**REQUIRED WORK**. Below are the records; copy each line in them that holds the word "runs".

(Saved data entries)
============================================================
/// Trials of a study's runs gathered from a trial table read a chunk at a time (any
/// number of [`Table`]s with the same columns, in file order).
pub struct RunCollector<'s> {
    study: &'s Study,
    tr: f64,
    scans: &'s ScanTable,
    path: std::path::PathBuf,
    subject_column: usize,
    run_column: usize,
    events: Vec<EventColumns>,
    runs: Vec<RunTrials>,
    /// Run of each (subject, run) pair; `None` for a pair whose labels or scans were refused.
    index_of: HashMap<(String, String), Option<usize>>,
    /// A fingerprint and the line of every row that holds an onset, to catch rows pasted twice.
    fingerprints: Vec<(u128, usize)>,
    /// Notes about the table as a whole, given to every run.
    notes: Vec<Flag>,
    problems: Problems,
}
============================================================
**EXERCISE RESULT**.
/// Trials of a study's runs gathered from a trial table read a chunk at a time (any
    runs: Vec<RunTrials>,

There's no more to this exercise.